1.4. What is Data Science?

With an understanding of computers and computer science, it’s time to turn our attention to the last part of the book title, Data Science. It can be understood as an application of computers and computer science.

Definition

Data Science is a field that focuses on the specific problems of acquiring, curating, and exploring data, via visualization and statistical analysis, to aid decision making.

Data science as a process.

Data science as a process.

All data is initially collected in some way from the real world. Acquiring data typically involves either accessing existing data sets that someone else has collected or creating new data sets yourself. Accessing data might involve retrieving data from different kinds of data repositories that have been developed by companies, government agencies, or academic researchers. As more and more data is being collected by these groups, more and more is being made publicly accessible. As just one example, take a look at Data.gov, the U.S. government’s online repository of open data sets.

You can create your own data sets by recording data yourself or gathering it from other digital resources. Collecting your own data might involve placing sensors to monitor environmental conditions over time or regularly logging quantifiable information about your day via an app. If gathering data from digital sources, data science provides many tools that can automate collection from information sources on the internet. For example, we could generate a data set about jobs in a particular area by collecting information from job posting websites.

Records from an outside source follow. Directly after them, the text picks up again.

//! The switches' stresses and the angle the loss integrals need: the peak blocking
//! voltage with its turn-off overshoot, the voltage and current utilisation of the
//! device with their derating checks, and the angle of the leg current behind the
//! switch-node voltage at rated load (for a stand-alone design, from the inductor
//! current and switch-node phasors traced here).

use super::{given, limit_quantity, limit_source};
use crate::record::{Design, Overshoot, Switches};
use crate::sheet::{Relation, Sheet, Source};
use crate::units::Unit;

/// The peak blocking voltage and device current against the derated ratings.
pub fn stresses(d: &Design, s: &mut Sheet, sw: &Switches, v_rat: f64, i_rat: f64) {
    let v_max = s.value("dc.v_max");
    let i_pk_id = if s.get("filter.i_l_peak").is_some() {
        "filter.i_l_peak"
    } else {
        "filter.i_l_f1"
    };
    let i_pk = if i_pk_id == "filter.i_l_peak" {
        s.value(i_pk_id)
    } else {
        2f64.sqrt() * s.value(i_pk_id)
    };
    let i_sym = s.symbol(i_pk_id);
    let v_pk = match &sw.overshoot {
        Overshoot::Margin(g) => {
            let k = given(
                s,
                "semi.overshoot",
                "Turn-off overshoot margin on the DC maximum",
                "k_\"os\"",
                g,
                Unit::Percent,
            );
            s.derive(
                "semi.v_peak",
                "Peak blocking voltage, with overshoot",
                "V_(T,\"pk\")",
                Unit::Volt,
            )
            .formula("V_\"dc,max\" (1 + k_\"os\")")
            .inputs(&["dc.v_max", "semi.overshoot"])
            .value(v_max * (1.0 + k))
        }
        Overshoot::StrayInductance(g) => {
            let l = given(
                s,
                "semi.l_stray",
                "Commutation loop stray inductance",
                "L_sigma",
                g,
                Unit::Henry,
            );
            let t_f = sw.device.fall_time.as_ref().map_or(f64::NAN, |f| f.value);
            if let Some(f) = &sw.device.fall_time {
                given(
                    s,
                    "semi.t_fall",
                    "Current fall time at turn-off",
                    "t_f",
                    f,
                    Unit::Second,
                );
            }
            let peak_formula = if i_pk_id == "filter.i_l_peak" {
                i_sym.clone()
            } else {
                format!("sqrt(2) {i_sym}")
            };
            s.derive("semi.v_peak", "Peak blocking voltage, with overshoot", "V_(T,\"pk\")", Unit::Volt)
                .formula(&format!("V_\"dc,max\" + L_sigma {peak_formula} / t_f"))
                .inputs(&["dc.v_max", "semi.l_stray", i_pk_id, "semi.t_fall"])
                .source(Source::common_practice("overshoot L di/dt of the commutation loop with the peak current falling linearly in the fall time"))
                .value(v_max + l * i_pk / t_f)
        }
    };
    let i_formula = if i_pk_id == "filter.i_l_peak" {
        i_sym
    } else {
        format!("sqrt(2) {i_sym}")
    };
    let l = &d.limits;
    s.derive(
        "semi.voltage_utilisation",
        "Peak blocking voltage over the rating",
        "u_V",
        Unit::Percent,
    )
    .formula("V_(T,\"pk\") / V_\"rat\"")
    .inputs(&["semi.v_peak", "semi.v_rating"])
    .value(v_pk / v_rat);
    s.derive(
        "semi.current_utilisation",
        "Peak device current over the continuous rating",
        "u_I",
        Unit::Percent,
    )
    .formula(&format!("{i_formula} / I_\"rat\""))
    .inputs(&[i_pk_id, "semi.i_rating"])
    .value(i_pk / i_rat);
    let u_v = limit_quantity(
        s,
        "limits.max_voltage_utilisation",
        "Largest voltage utilisation of a device",
        "u_(V,max)",
        &l.max_voltage_utilisation,
        Unit::Percent,
    );
    let u_i = limit_quantity(
        s,
        "limits.max_current_utilisation",
        "Largest current utilisation of a device",
        "u_(I,max)",
        &l.max_current_utilisation,
        Unit::Percent,
    );
    s.check("check.semi.voltage", "The peak blocking voltage, overshoot included, stays within the derated device rating at the DC maximum", "semi.voltage_utilisation", Relation::AtMost, u_v, limit_source(&l.max_voltage_utilisation));
    s.check(
        "check.semi.current",
        "The peak device current, ripple included, stays within the derated continuous rating",
        "semi.current_utilisation",
        Relation::AtMost,
        u_i,
        limit_source(&l.max_current_utilisation),
    );
}

/// The displacement angle between the switch-node voltage and the leg current.
pub fn angle(d: &Design, s: &mut Sheet) {
    let (v_re, v_im, i_re, i_im) = if d.output.grid() {
        let (i_re, i_im) = if s.get("filter.i_1_re").is_some() {
            ("filter.i_1_re", "filter.i_1_im")
        } else {
            ("grid.i_re", "grid.i_im")
        };
        ("filter.v_sw_re", "filter.v_sw_im", i_re, i_im)
    } else {
        standalone_phasors(d, s);
        ("semi.v_sw_re", "semi.v_sw_im", "semi.i_l_re", "semi.i_l_im")
    };
    let (vr, vi, ir, ii) = (s.value(v_re), s.value(v_im), s.value(i_re), s.value(i_im));
    let (svr, svi, sir, sii) = (
        s.symbol(v_re),
        s.symbol(v_im),
        s.symbol(i_re),
        s.symbol(i_im),
    );
    s.derive(
        "semi.phi",
        "Angle of the leg current behind the switch-node voltage, rated load",
        "phi_\"sw\"",
        Unit::Degree,
    )
    .formula(&format!("arctan({svi} / {svr}) - arctan({sii} / {sir})"))
    .inputs(&[v_re, v_im, i_re, i_im])
    .value(vi.atan2(vr) - ii.atan2(ir));
}

/// Stand-alone: the inductor current and switch-node voltage phasors at rated load,
/// with the output voltage real (the chain of `leg_current`).
fn standalone_phasors(d: &Design, s: &mut Sheet) {
    let (v_id, v_sym) = super::operating_point::phase_voltage(d);
    let v = 2f64.sqrt() * s.value(v_id);
    let (w, l, c, r) = (
        s.value("output.omega1"),
        s.value("filter.inductance"),
        s.value("filter.capacitance"),
        s.value("load.r.rated"),
    );
    let re = s
        .derive(
            "semi.i_l_re",
            "Inductor current, in-phase part (peak), rated load",
            "I_(L,\"re\")",
            Unit::Ampere,
        )
        .formula(&format!("sqrt(2) {v_sym} / R_\"ld\""))
        .inputs(&[v_id, "load.r.rated"])
        .value(v / r);
    let (formula, inputs, b) = match s.get("load.x.rated").map(|q| q.value) {
        Some(x) => (
            format!("sqrt(2) {v_sym} (omega_1 C - 1 / X_\"ld\")"),
            vec![v_id, "output.omega1", "filter.capacitance", "load.x.rated"],
            1.0 / x,
        ),
        None => (
            format!("sqrt(2) {v_sym} omega_1 C"),
            vec![v_id, "output.omega1", "filter.capacitance"],
            0.0,
        ),
    };
    let im = s
        .derive(
            "semi.i_l_im",
            "Inductor current, quadrature part (peak), rated load",
            "I_(L,\"im\")",
            Unit::Ampere,
        )
        .formula(&formula)
        .inputs(&inputs)
        .value(v * (w * c - b));
    s.derive(
        "semi.v_sw_re",
        "Switch-node fundamental, in-phase part (peak), rated load",
        "V_(\"sw\",\"re\")",
        Unit::Volt,
    )
    .formula(&format!("sqrt(2) {v_sym} - omega_1 L I_(L,\"im\")"))
    .inputs(&[v_id, "output.omega1", "filter.inductance", "semi.i_l_im"])
    .value(v - w * l * im);
    s.derive(
        "semi.v_sw_im",
        "Switch-node fundamental, quadrature part (peak), rated load",
        "V_(\"sw\",\"im\")",
        Unit::Volt,
    )
    .formula("omega_1 L I_(L,\"re\")")
    .inputs(&["output.omega1", "filter.inductance", "semi.i_l_re"])
    .value(w * l * re);
}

Curating data typically involves cleaning and organizing data sets in preparation for analysis and visualization. Real-world data sets are often messy, with missing data, erroneous information, and duplicate entries. Data science provides methods and tools for finding and correcting these problems. If data is being integrated from multiple separate datasets, data science also provides ways to properly merge different sources of data.

The large data sets we might collect are difficult for people to understand in their raw form. Visualizations and statistics are two tools that help us understand large data sets. Visualizations refer to graphical representations of data, like charts or figures. Statistics are formal mathematical tools for helping us describe and make inferences from large sets of data. Data science provides tools that allow for the automation of the creation of visualizations and statistics.

Data scientists typically apply programming along with mathematics and applied statistics to problems within a specific domain area (for example, finance or meterology). Knowing how and when to use data science tools requires expertise in the domain area where the tools are being used.

It is important to remember that data science tools only provide useful insights if the right data and the right tools are being used to solve the problem. It is easy to produce results that look important or insightful but might actually be misleading.

1.4.1. What Skills Do I Need to Do Data Science?

You will need to know programming, you will need to know statistics, and you will need to know about your domain area. (As we’ve mentioned, this book will focus on the fundamentals of the first of those: programming.) Data scientists do differ quite a bit in how much they know about or use knoweldge in these three areas. Some are stronger in programming and statistics but not domain knowledge, others may be strong in programming and domain knowledge but might not know about or need much statistics. However, one thing that differentiates a data scientist from a traditional programmer, a traditional statistician, and a traditional business analyst is the degree to which the data scientist can use tools from each of these areas to solve problems.

Another common skill that is required for data scientists is communication. Great insights and great solutions to problems are only really great if you can convince other people that they are correct. Conveying technical information to an audience that does not share your technical expertise can be a great challenge.